The Ten Commandments used to scare me as a little Baptist Christian girl. What if I don't get it right all the time? And I didn't, which was even more disturbing. I really wanted God to be proud of me. Maybe He'd give me a good citizenship button to wear. And in my humility, I'm sure I'd have worn it with pride. It really wasn't until I became an adult, had children myself, that I fully appreciated the rules. "Don't touch the stove!" wasn't about ruining my kid's fun. It was about protection. "Don't cross the street!" wasn't a command to keep my kids from playing with the other kid beckoning from the sidewalk on the other side. All my rules were about loving my children. And they had to become a little older and a little wiser to get that. What mother actually lets her kid play in the street? What kind of God lets us destroy ourselves? My rules weren't perfect. God's are. And He is. Now that I have a few gray hairs (possibly, I keep my hair blond, so maybe I do), my desire to obey my God is born of my relationship with Him. Not only do I seek to please Him, but I understand more every day how my boundaries enrich my life. No more giving in to wanton cravings...in fact, I hope no more wildernesses. I've been thirsty and hungry as a result of No!. May my response be ever Yes! to the One Who loves me enough to slap my hand once in a while in order to save my life. And Yes! to the Spirit of God Whose indwelling presence in me helps me keep the law in a way the wandering Israelites couldn't have imagined.
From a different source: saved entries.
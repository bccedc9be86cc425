import { createHash } from 'node:crypto';
import { beforeAll, describe, expect, it } from 'vitest';
import { permissions, type Role, roles, rolesMay } from '../../../src/server/auth/permissions.ts';
import type { Viewer } from '../../../src/server/auth/viewer.ts';
import { database } from '../../../src/server/db/connection.ts';
import type { ShopScope } from '../../../src/server/db/scope.ts';
import type { Access } from '../../../src/server/http/define-endpoint.ts';
import { newId } from '../../../src/server/ids.ts';
import { buildPerson, buildShop } from '../../builders/shop.ts';
import { buildRun } from '../../builders/trial.ts';
import { type Attempt, attempt, endpoints } from './endpoints.ts';
import { buildReviewedTrial } from './trial-of-shop.ts';

const json = (value: unknown) => ({ type: 'application/json', text: JSON.stringify(value) });

/** A body that each endpoint would take, so that nothing but the permission or the foreign id can be why it says no. */
const bodies: Record<string, Attempt['body']> = {
  'PATCH /api/people/[id]': json({ revision: 1, name: 'Changed by a stranger' }),
  'POST /api/people/[id]/deactivate': json({ revision: 1 }),
  'POST /api/people/[id]/activate': json({ revision: 1 }),
  'POST /api/people/[id]/erase': json({ revision: 1 }),
  'POST /api/people/[id]/invite': json({}),
  'PUT /api/trials/[id]': json({}),
  'PATCH /api/trials/[id]': json({ revision: 1, putAway: true }),
  'PATCH /api/trials/[id]/answers': json({
    question: 'worth',
    base: 0,
    content: { change: '3' },
    save: '6f1d2c3b-8a4e-4d5f-9b60-7c8d9e0f1a2b',
  }),
  'PUT /api/trials/[id]/models/[model]': json({
    name: 'A stranger’s model',
    spec: {
      ...{ result: 0, terms: ['A'], refuseHierarchy: false, transform: { kind: 'none' }, without: [] },
      ...{ stretchesAsBlocks: false, error: 'ladder' },
    },
  }),
  'POST /api/trials/[id]/plan': json({ revision: 1, proposalId: 'any' }),
  'POST /api/trials/[id]/practice': json({}),
  'POST /api/trials/[id]/events': json({ event: 'start', revision: 1 }),
  'POST /api/trials/[id]/share': json({}),
  'POST /api/trials/[id]/check-back': json({ holds: true }),
  'POST /api/trials/[id]/next': json({ id: newId(), reason: 'untie' }),
  'POST /api/trials/[id]/readings/import': { type: 'text/csv', text: 'run,x\n1,2' },
  'POST /api/trials/[id]/phone': json({ personId: newId() }),
  'POST /api/runs/[id]/events': json({ event: 'skip', revision: 1, submission: newId() }),
  'POST /api/reviews/[id]/approve': json({ round: 1 }),
  'POST /api/reviews/[id]/send-back': json({ round: 1 }),
  'POST /api/reviews/[id]/take-back': json({ round: 1 }),
  'POST /api/reviews/[id]/comments': json({ id: newId(), place: '#/worth', words: 'From a stranger' }),
  'PATCH /api/reviews/[id]/comments': json({ id: newId(), settled: true }),
};

/** What an endpoint that reads no body wants to know from the address. */
const queries: Record<string, string> = { 'DELETE /api/trials/[id]': 'revision=1' };

const needsPerson = (access: Access) => access !== 'public' && access !== 'signed';

let here: ShopScope;
let params: Record<string, string>;
const viewers = new Map<Role, Viewer>();
let stranger: Viewer;

async function buildViewer(scope: ShopScope, held: Role[]): Promise<Viewer> {
  const personId = await buildPerson(scope, held, { password_hash: 'x' });
  return {
    personId,
    shopId: scope.shopId,
    shopName: 'Shop',
    timeZone: 'UTC',
    name: 'Somebody',
    language: 'en',
    theme: 'auto',
    roles: held,
    sessionHandle: newId(),
  };
}

/** A fingerprint of everything that is stored, save how often somebody tried. */
async function readAll(): Promise<string> {
  const tables: { name: string }[] = await database().raw(
    "select name from sqlite_master where type = 'table' and name not like 'sqlite_%' order by name",
  );
  const rows = [];
  for (const { name } of tables) if (name !== 'rate_limits') rows.push([name, await database()(name)]);
  return createHash('sha256').update(JSON.stringify(rows)).digest('hex');
}

beforeAll(async () => {
  here = await buildShop();
  for (const role of roles) viewers.set(role, await buildViewer(here, [role]));
  stranger = await buildViewer(await buildShop(), [...roles]);
  const operator = viewers.get('operator')?.personId ?? '';
  const [handle, tokenId] = [newId(), newId()];
  await here.db('sessions').insert({
    id: newId(),
    shop_id: here.shopId,
    id_hash: newId(),
    handle,
    person_id: operator,
    expires_at: Number.MAX_SAFE_INTEGER,
    last_seen_at: 0,
    device: '',
    created_at: 0,
  });
  await here.db('api_tokens').insert({
    id: tokenId,
    shop_id: here.shopId,
    token_hash: newId(),
    prefix: 'trywell_ab',
    name: 'Token',
    person_id: operator,
    expires_at: Number.MAX_SAFE_INTEGER,
    created_at: 0,
  });
  const supervisor = viewers.get('supervisor')?.personId ?? '';
  const { trialId, reviewId } = await buildReviewedTrial(here, supervisor);
  const run = await buildRun(here, { personId: operator, state: 'waiting' });
  const photo = newId();
  await here.db('photos').insert({
    ...{ id: photo, shop_id: here.shopId, run_id: run.id, sha256: 'a', width: 1, height: 1 },
    ...{ bytes: Buffer.from('a'), source: 'text', created_at: 0 },
  });
  params = {
    ...{ handle, id: operator, token: tokenId, trial: trialId, review: reviewId, run: run.id, photo },
  };
});

function paramsFor(path: string): Record<string, string> {
  const [, kind] = /^\/api\/(me\/tokens|trials|reviews|runs|photos)\b/.exec(path) ?? [];
  const name =
    {
      ...{ 'me/tokens': 'token', trials: 'trial', reviews: 'review', runs: 'run', photos: 'photo' },
    }[kind ?? ''] ?? 'id';
  return { id: params[name] ?? '', handle: params['handle'] ?? '', model: newId() };
}

const table = endpoints.map((endpoint) => ({ ...endpoint, name: `${endpoint.method} ${endpoint.path}` }));

describe('every endpoint', () => {
  it('is here: there is something to try', () => {
    expect(table.length).toBeGreaterThan(20);
  });

  it.each(table)('$name says who may call it', ({ access }) => {
    const known: (Access | undefined)[] = [...permissions, 'signed-in', 'public', 'signed'];
    expect(known.filter((each) => each !== undefined)).toContain(access);
  });
});

describe.each(table.filter(({ access }) => access && needsPerson(access)))('$name', (endpoint) => {
  const { access, name, path } = endpoint;
  const body = bodies[name] ?? json({});

  it('knows nobody who is not signed in, and changes nothing', async () => {
    const before = await readAll();
    const answer = await attempt(endpoint, { viewer: null, params: paramsFor(path), body });
    expect(answer.status).toBe(401);
    expect(await readAll()).toBe(before);
  });

  it.each(roles)('opens to a %s as the table of permissions says', async (role) => {
    const viewer = viewers.get(role);
    if (!viewer || !access || access === 'public' || access === 'signed') throw new Error('no viewer');
    // An id that is nobody's: who may call gets as far as that.
    const nowhere = { id: newId(), handle: newId() };
    const before = await readAll();
    const unread = { type: 'application/json', text: '{"no such field":true}' };
    const answer = await attempt(endpoint, { viewer, params: nowhere, body: bodies[name] ?? unread });
    const may = access === 'signed-in' || rolesMay([role], access);
    expect(answer.status === 403).toBe(!may);
    expect(answer.status).not.toBe(401);
    expect(answer.status).toBeLessThan(500);
    if (!answer.ok) expect(await readAll()).toBe(before);
  });
});

describe.each(table.filter(({ access, path }) => access && needsPerson(access) && path.includes('[')))(
  '$name of another shop',
  (endpoint) => {
    it('is not found by that shop’s admin, and nothing changes', async () => {
      const { name, path, method } = endpoint;
      const needsBody = !['GET', 'DELETE'].includes(method);
      if (needsBody) expect(Object.keys(bodies)).toContain(name);
      const before = await readAll();
      const answer = await attempt(endpoint, {
        viewer: stranger,
        params: paramsFor(path),
        body: bodies[name],
        query: queries[name],
      });
      expect(answer.status).toBe(404);
      expect(await readAll()).toBe(before);
    });
  },
);

describe.each(table.filter(({ access }) => access === 'signed'))('$name', (endpoint) => {
  it('refuses a call without the service’s signature', async () => {
    const before = await readAll();
    const body = {
      type: 'application/x-www-form-urlencoded',
      text: 'From=%2B1&To=%2B2&Body=hi&MessageSid=SM1',
    };
    const answer = await attempt(endpoint, { viewer: null, body });
    expect(answer.status).toBe(403);
    expect(await readAll()).toBe(before);
  });
});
There is therefore no condemnation for those who are in Christ Jesus. For the law of the Spirit of life has set you free in Christ Jesus from the law of sin and death. For God has done what the law, weakened by the flesh, could not do. By sending His own Son in the likeness of sinful flesh and for sin, He condemned sin in the flesh, in order that the righteous requirement of the law might be fulfilled in us, who walk not according to the flesh but according to the Spirit.